The Escapecard Character

With the help of the escapecard character you can negate any special meaning of the following single character. By default, the escapecard character is the backslash character "\". Use it if you want to look for any of the maskcard, escapecard or wildcard characters as literal characters.

Example 1: Escaping an Asterisk

let $text:= text{"** End of code **"}
return tf:containsText($text, "\*\*")

Here, the match succeeds if there is any two-letter word in $text that consists only of asterisks. This is true for the first and last words in $text.

Example 2: Escaping a Backslash

The following checks the path separator character that is used in $path and returns the result as plain text, ordered by platform:

{?serialization method="text" media-type="text/plain"?}
let $path := text{"C:\Program Files\Software AG\Tamino"}
return 
( "Path Separators Used&#x0A;",
  "DOS/Windows&#x09;: ", tf:containsText($path, "*\\*"), "&#x0A;",
  "UNIX&#x09;: ", tf:containsText($path, "*/*"), "&#x0A;",
  "MacOS&#x09;: ", tf:containsText($path, "*:*")
)

In the pattern, the path separator character must be enclosed by the regular wildcard character, since it would not form a word on its own. Provided that the path separator character is defined as a regular character, the query reports for each platform whether its standard path separator character is used, although this example is certainly not a bullet-proof method.

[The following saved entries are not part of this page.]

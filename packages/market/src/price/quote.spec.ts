import fc from 'fast-check';
import { describe, expect, it } from 'vitest';
import { HOUR_MS, MINUTE_MS } from '../time/local-time.js';
import type { PriceCard, QuoteInput } from './price-types.js';
import { busyIntervals, priceCardAt, quote, volumeMonth } from './quote.js';
import { validateLadder, validatePriceCard } from './validate-price-card.js';

const write = (amountMinor: number, currency: string): string => `${currency} ${(amountMinor / 100).toFixed(2)}`;
const plain: PriceCard = {
  currency: 'EUR',
  perMinuteMinor: 600,
  setupMinor: 0,
  minimumMinor: 0,
  busyHours: [],
  shortNotice: null,
  volume: [],
};

/** The card that the picture of the antenna page shows. */
const pictured: PriceCard = {
  currency: 'EUR',
  perMinuteMinor: 560,
  setupMinor: 1200,
  minimumMinor: 3200,
  busyHours: [{ days: [1, 2, 3, 4, 5], fromLocal: '17:00', toLocal: '21:00', percent: 20 }],
  shortNotice: { underHours: 2, percent: 10 },
  volume: [{ overMinutesInMonth: 300, percent: 12 }],
};
const tuesdayEvening = Date.UTC(2026, 11, 1, 18, 10);
const ask = (change: Partial<QuoteInput>) =>
  quote(
    {
      card: pictured,
      fromMs: tuesdayEvening,
      toMs: tuesdayEvening + 8 * MINUTE_MS,
      buyMs: tuesdayEvening - 24 * HOUR_MS,
      monthlyMinutesSoFar: 0,
      timeZone: 'Europe/London',
      ...change,
    },
    write,
  );

describe('quotes', () => {
  it('gives the pictured example: 8 min 00 s on a Tuesday at 18:10, bought the day before, is 65.76', () => {
    const { lines, totalMinor } = ask({});
    expect(lines).toEqual([
      { kind: 'time', label: '8 min 00 s', detail: 'at EUR 5.60 a minute', amountMinor: 4480 },
      { kind: 'setup', label: 'Set-up', detail: 'once a contact', amountMinor: 1200 },
      { kind: 'busy', label: 'Busy hours', detail: '+20\u00a0%, 17:00 to 21:00 at the station', amountMinor: 896 },
    ]);
    expect(totalMinor).toBe(6576);
  });

  it('gives the pictured price of the found pass: 60.80 + 15.00 + 6.08 = 81.88', () => {
    const card: PriceCard = {
      ...plain,
      perMinuteMinor: 640,
      setupMinor: 1500,
      shortNotice: { underHours: 2, percent: 10 },
    };
    const fromMs = Date.UTC(2026, 11, 1, 15, 0, 5);
    const found = ask({
      card,
      fromMs,
      toMs: fromMs + 570_000,
      buyMs: Date.UTC(2026, 11, 1, 14, 5, 9),
      timeZone: 'Europe/Oslo',
    });
    expect(found.lines.map((line) => line.amountMinor)).toEqual([6080, 1500, 608]);
    expect(found.lines[2]?.detail).toBe('10\u00a0%, under 2\u00a0h before AOS');
    expect(found.totalMinor).toBe(8188);
  });

  it('splits a contact at the edge of busy hours, on the station clock', () => {
    const fromMs = Date.UTC(2026, 11, 1, 16, 57);
    const line = ask({ fromMs, toMs: fromMs + 8 * MINUTE_MS }).lines.find((each) => each.kind === 'busy');
    expect(line).toMatchObject({
      detail: '+20\u00a0%, on 5 min 00 s, 17:00 to 21:00 at the station',
      amountMinor: 560,
    });
    expect(ask({ fromMs, toMs: fromMs + 3 * MINUTE_MS }).lines.some((each) => each.kind === 'busy')).toBe(false);
  });

  it('knows busy hours past midnight and across a clock change', () => {
    const night = { days: [6], fromLocal: '22:00', toLocal: '06:00', percent: -30 };
    const from = Date.UTC(2026, 2, 28);
    expect(busyIntervals(night, 'Europe/Oslo', from, from + 48 * HOUR_MS)).toEqual([
      { fromMs: Date.UTC(2026, 2, 28, 21), toMs: Date.UTC(2026, 2, 29, 4) },
    ]);
    const line = ask({
      card: { ...plain, busyHours: [night] },
      fromMs: from + 22 * HOUR_MS,
      toMs: from + 22 * HOUR_MS + 600_000,
      buyMs: from,
      timeZone: 'Europe/Oslo',
    }).lines[1];
    expect(line).toMatchObject({ kind: 'busy', label: 'Quiet hours', amountMinor: -1800 });
  });

  it('applies the volume tier to the time above it only, and the highest tier reached', () => {
    const card: PriceCard = {
      ...plain,
      volume: [
        { overMinutesInMonth: 305, percent: 20 },
        { overMinutesInMonth: 300, percent: 10 },
      ],
    };
    const { lines } = ask({ card, toMs: tuesdayEvening + 10 * MINUTE_MS, monthlyMinutesSoFar: 298 });
    expect(lines.slice(1).map((line) => line.amountMinor)).toEqual([-300, -360]);
    expect(lines[1]?.detail).toBe('\u221210\u00a0%, on 5 min 00 s, after 300 min in the month');
  });

  it('raises a cheap contact to the least charge and says so', () => {
    const { lines, totalMinor } = ask({ toMs: tuesdayEvening + MINUTE_MS });
    expect(totalMinor).toBe(3200);
    expect(lines.at(-1)).toMatchObject({ kind: 'least charge', amountMinor: 3200 - 560 - 1200 - 112 });
  });

  it('ends short notice exactly at its limit', () => {
    const at = (noticeMs: number) =>
      ask({ buyMs: tuesdayEvening - noticeMs }).lines.some((line) => line.kind === 'short notice');
    expect(at(2 * HOUR_MS)).toBe(false);
    expect(at(2 * HOUR_MS - 1)).toBe(true);
  });

  it('is exact to the second and rounds halves up: 1 s at 0.30 a minute is half a cent, so one', () => {
    expect(ask({ card: { ...plain, perMinuteMinor: 30 }, toMs: tuesdayEvening + 1000 }).totalMinor).toBe(1);
    expect(ask({ card: { ...plain, perMinuteMinor: 29 }, toMs: tuesdayEvening + 1000 }).totalMinor).toBe(0);
  });

  it('always adds up, is whole, and never below the least charge', () => {
    const cards = fc.record({
      currency: fc.constant('EUR'),
      perMinuteMinor: fc.integer({ min: 0, max: 100_000 }),
      setupMinor: fc.integer({ min: 0, max: 100_000 }),
      minimumMinor: fc.integer({ min: 0, max: 100_000 }),
      busyHours: fc.array(
        fc.record({
          days: fc.constant([2]),
          fromLocal: fc.constant('18:00'),
          toLocal: fc.constant('18:15'),
          percent: fc.integer({ min: -90, max: 300 }),
        }),
        { maxLength: 1 },
      ),
      shortNotice: fc.option(
        fc.record({ underHours: fc.integer({ min: 1, max: 100 }), percent: fc.integer({ min: 0, max: 300 }) }),
      ),
      volume: fc.array(
        fc.record({ overMinutesInMonth: fc.integer({ min: 0, max: 400 }), percent: fc.integer({ min: 0, max: 90 }) }),
        { maxLength: 1 },
      ),
    });
    fc.assert(
      fc.property(
        cards,
        fc.integer({ min: 1, max: 3_600_000 }),
        fc.double({ min: 0, max: 500, noNaN: true }),
        (card, lengthMs, monthlyMinutesSoFar) => {
          const { lines, totalMinor } = ask({ card, toMs: tuesdayEvening + lengthMs, monthlyMinutesSoFar });
          expect(lines.reduce((sum, line) => sum + line.amountMinor, 0)).toBe(totalMinor);
          expect(lines.every((line) => Number.isInteger(line.amountMinor))).toBe(true);
          expect(totalMinor).toBeGreaterThanOrEqual(card.minimumMinor);
        },
      ),
    );
  });

  it('refuses a contact that ends before it begins or is bought too late', () => {
    expect(() => ask({ toMs: tuesdayEvening })).toThrow('must end after it begins');
    expect(() => ask({ buyMs: tuesdayEvening + 1 })).toThrow('bought before it begins');
  });
});

describe('price cards', () => {
  it('takes the card in force on the day of purchase', () => {
    const cards = [1000, 3000, 2000].map((validFromMs) => ({ ...plain, validFromMs }));
    expect(priceCardAt(cards, 2999)?.validFromMs).toBe(2000);
    expect(priceCardAt(cards, 3000)?.validFromMs).toBe(3000);
    expect(priceCardAt(cards, 999)).toBeUndefined();
  });

  it('counts volume in the calendar month of the station', () => {
    expect(volumeMonth(Date.UTC(2026, 11, 31, 23, 30), 'Europe/Oslo')).toEqual({
      fromMs: Date.UTC(2026, 11, 31, 23),
      toMs: Date.UTC(2027, 0, 31, 23),
    });
  });

  it('accepts the pictured card and names each fault of a bad one', () => {
    expect(validatePriceCard(pictured)).toEqual([]);
    const bad: PriceCard = {
      ...pictured,
      perMinuteMinor: -5,
      busyHours: [{ days: [8], fromLocal: '25:00', toLocal: '21:00', percent: 900 }],
      volume: [{ overMinutesInMonth: 5, percent: 95 }],
    };
    expect(validatePriceCard(bad).map((fault) => fault.field)).toEqual([
      'perMinuteMinor',
      'busyHours.0.days',
      'busyHours.0.percent',
      'busyHours.0.fromLocal',
      'volume.0.percent',
    ]);
  });

  it('refuses busy hours that overlap, also past midnight on Sunday', () => {
    const overlap = validatePriceCard({
      ...plain,
      busyHours: [
        { days: [7], fromLocal: '22:00', toLocal: '02:00', percent: 10 },
        { days: [1], fromLocal: '01:00', toLocal: '03:00', percent: 10 },
      ],
    });
    expect(overlap.map((fault) => fault.sentence)).toEqual([
      'The busy hours 01:00 to 03:00 overlap others on the same day.',
    ]);
  });

  it('wants a ladder that falls', () => {
    expect(validateLadder([])).toHaveLength(1);
    expect(
      validateLadder([
        { hoursBeforeAos: 4, refundPercent: 50 },
        { hoursBeforeAos: 24, refundPercent: 60 },
      ]),
    ).toHaveLength(2);
  });
});
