/**
 * The engine in worker threads. Each lane is a pool of one thread, so that whatever was computed for an antenna is
 * found again in the cache of the thread that computed it. Threads run the built files, hence none of the flags by which the
 * process itself may have been told to load sources.
 */
import { existsSync } from 'node:fs';
import { fileURLToPath } from 'node:url';
import { Piscina } from 'piscina';
import { DomainError } from '../../platform/domain-error.js';
import type { EngineJob, OutcomeOf } from './job-types.js';
import { laneOf, type PassEngine } from './pass-engine.js';

/** Jobs that may wait for a thread before new ones are refused. */
const MAX_WAITING = 200;

/** The built worker, whether this file runs from `dist` or, under a test runner, from its source. */
function workerFile(): string {
  const here = import.meta.url;
  const built = here.endsWith('.ts')
    ? new URL('../../../dist/market/workers/pass-worker.js', here)
    : new URL('./pass-worker.js', here);
  const file = fileURLToPath(built);
  if (!existsSync(file)) {
    throw new Error(
      `The pass worker ${file} is not built. Run npm run build, or set PASS_WORKERS=0 to compute in this process.`,
    );
  }
  return file;
}

export class PiscinaEngine implements PassEngine {
  private readonly pools: readonly Piscina[];

  constructor(readonly lanes: number) {
    const filename = workerFile();
    this.pools = Array.from(
      { length: lanes },
      () => new Piscina({ filename, minThreads: 1, maxThreads: 1, execArgv: [] }),
    );
  }

  async run<J extends EngineJob>(job: J, lane: string): Promise<OutcomeOf<J>> {
    const pool = this.pools[this.laneOf(lane)];
    if (pool === undefined) throw new Error(`There is no lane for ${lane}.`);
    if (pool.queueSize >= MAX_WAITING) {
      throw new DomainError('unavailable', 'Too many searches are waiting. Try again in a minute.');
    }
    const outcome: OutcomeOf<J> = await pool.run(job);
    return outcome;
  }

  laneOf(name: string): number {
    return laneOf(name, this.lanes);
  }

  async close(): Promise<void> {
    await Promise.all(this.pools.map((pool) => pool.destroy()));
  }
}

However, if the path separator is not defined as a regular character, it will be interpreted as a delimiter. Using the default settings, the pattern in function call tf:containsText($path, "*\\*") will thus be interpreted as if "* *" were used, since the escapecard character tries to mask an invalid character and the text retrieval system uses a delimiter instead. This would yield "true", since there are two occurrences of two adjacent words separated by a space character ("Program Files" and "Software AG"). In cases like these you should ensure that the transliteration is appropriately defined according to what your application expects.

Note:
In contrast to "*", the characters "\" and "?" are normally not classified as regular characters in the collection ino:transliteration. See the section Customizing Transliterations for instructions how to customize this special collection.

Customizing Special Character Settings

If you use the default tokenizer (white space-separated), you can customize the settings for the special characters used in pattern matching. They are declared as attributes to ino:transliteration in the special collection ino:vocabulary:

escapecard character ino:escapechar
maskcard character ino:maskchar
wildcard character ino:wildchar

To change the value of any of these attributes, you can use a query similar to the following, which sets the value of the maskcard character to the default value:

declare namespace ino="http://namespaces.softwareag.com/tamino/response2"
update insert attribute ino:maskchar {"?"}
into input()/ino:transliteration

You can check your changes with the following query:

declare namespace ino="http://namespaces.softwareag.com/tamino/response2"
for $a in input()/ino:transliteration/@*
return $a

Note that only attributes that have been modified are returned.